A festival celebrating the earliest form of aviation was complemented by the very latest in aviation technology, when drone show specialist Verge Aero flew a series of spectacular light shows for the 50th anniversary Albuquerque International Balloon Fiesta (AIBF) in New Mexico.
Albuquerque, New Mexico – A festival celebrating the earliest form of aviation was complemented by the very latest in aviation technology, when drone show specialist Verge Aero flew a series of spectacular light shows for the 50th anniversary Albuquerque International Balloon Fiesta (AIBF) in New Mexico.

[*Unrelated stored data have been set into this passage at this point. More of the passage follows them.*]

/**
 * The series a periodic wavelet transform of `levels` levels works on (see
 * {@link waveletShrink} for why): 'reflect' pads the end by mirror reflection
 * to a multiple of 2^(levels-1) and appends the mirror image of the whole, so
 * the extended series is symmetric at both ends and a trending series shows no
 * jump where the period wraps (length about 2n); 'periodic' pads the end by
 * mirror reflection to a multiple of 2^levels (length about n). The first n
 * values are y. Unchecked: y finite, n >= 1, levels >= 1.
 *
 * @example
 * ```ts
 * extendSeries(Float64Array.of(1, 2, 3), 1, 'reflect'); // [1, 2, 3, 3, 2, 1]
 * ```
 */
export function extendSeries(y: Float64Array, levels: number, boundary: 'reflect' | 'periodic'): Float64Array {
  const n = y.length;
  const block = boundary === 'reflect' ? 1 << (levels - 1) : 1 << levels;
  const padded = Math.ceil(n / block) * block;
  const M = boundary === 'reflect' ? 2 * padded : padded;
  const ext = new Float64Array(M);
  for (let i = 0; i < n; i++) ext[i] = y[i];
  for (let i = n; i < padded; i++) ext[i] = y[mirrorIndex(i, n)];
  if (boundary === 'reflect') for (let i = 0; i < padded; i++) ext[M - 1 - i] = ext[i];
  return ext;
}

/** Index into 0..n-1 of position i >= 0 of the half-sample mirror extension (y_{n-1}, y_{n-2}, ... after the end). Unchecked. */
function mirrorIndex(i: number, n: number): number {
  const p = i % (2 * n);
  return p < n ? p : 2 * n - 1 - p;
}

Known as “the most photographed event in the world”, the AIBF is a leading celebration of the oldest human aviation technique, the hot-air balloon, pioneered by the Montgolfier brothers in 1783 and capturing imaginations ever since. This year, the spectacle attracted around 900,000 visitors over its eight-day run in October – and the organisers were, as ever, pushing the boundaries of entertainment for their awe-struck audiences.
“We’ve been interested in drones since we first saw them a number of years ago at Superbowl Half-Time,” says AIBF Executive director Paul Smith. “The cost was just outrageous; we couldn’t afford to do it. Now, we’re so happy that we’ve met Verge Aero and Nils Thorjussen – they’ve brought the cost down to a level we can afford, and it’s wonderful!”
Although one flight was cancelled because of a thunderstorm, the 11-minute show, featuring 300 drones and pre-programmed by the Verge Aero team, flew eight shows at night and mornings just before launch of the Dawn Patrol balloons. As well as ballooning and aviation emblems, the aerial display included touches of humour, with the familiar forms of Roadrunner and Wile E. Coyote (thanks to Loony Tunes). Smith comments, “When people see fireworks, you get the ‘oohs’ and ‘aahs’ – but when they’re watching the drone show, they’re always a little more animated!”
Verge Aero’s modern aviation expertise even saved the day several times when the wind put a stop to ballooning and fireworks. On these occasions, thanks to their robust design, GPS positioning technology and wind-tolerance, the drones were the only entertainment in the sky. Smith says, “The event is very weather-dependent, and we’ve had some challenges this year. That was one of the great things about Verge Aero’s drone show: even when we had 15mph winds, gusting to maybe 20, the drones went up. That surprised me, because I didn’t think they had that kind of capability, but they were rock-solid – their show was perfect.”
Balloon Festival Recap (5 minutes)
Nor were there any rough edges visible from a management viewpoint. Smith explains, “At any event when you do something new, there’s a learning curve . . . With Verge Aero – and I hate to sound clichéd – but it’s been totally seamless. We gave them the spot, they came in, they did the show – and they were pleasant about it! There’s been no work on our part – they do it all themselves.”
Nils Thorjussen, CEO of Verge Aero, says, “It was awesome to be part of such an iconic event. Working together with the organizers, we created unique, dynamic content that continuously evolved and kept the audience engaged and told a great story. This show really highlights how drone shows are a compelling art form that can be integrated into a wide variety of applications.”
All in all, Verge Aero’s drones left quite an impression. “All the old-time pilots I’ve been speaking to here think it’s just the coolest thing we’ve ever done. Luckily, when I speak to the guys at Verge Aero, they think the balloons are the coolest thing they’ve seen – so it’s a good symbiotic relationship!” laughs Smith.
He adds, “I don’t want to hurt myself in future negotiations, but I hope they come back for a number of years!”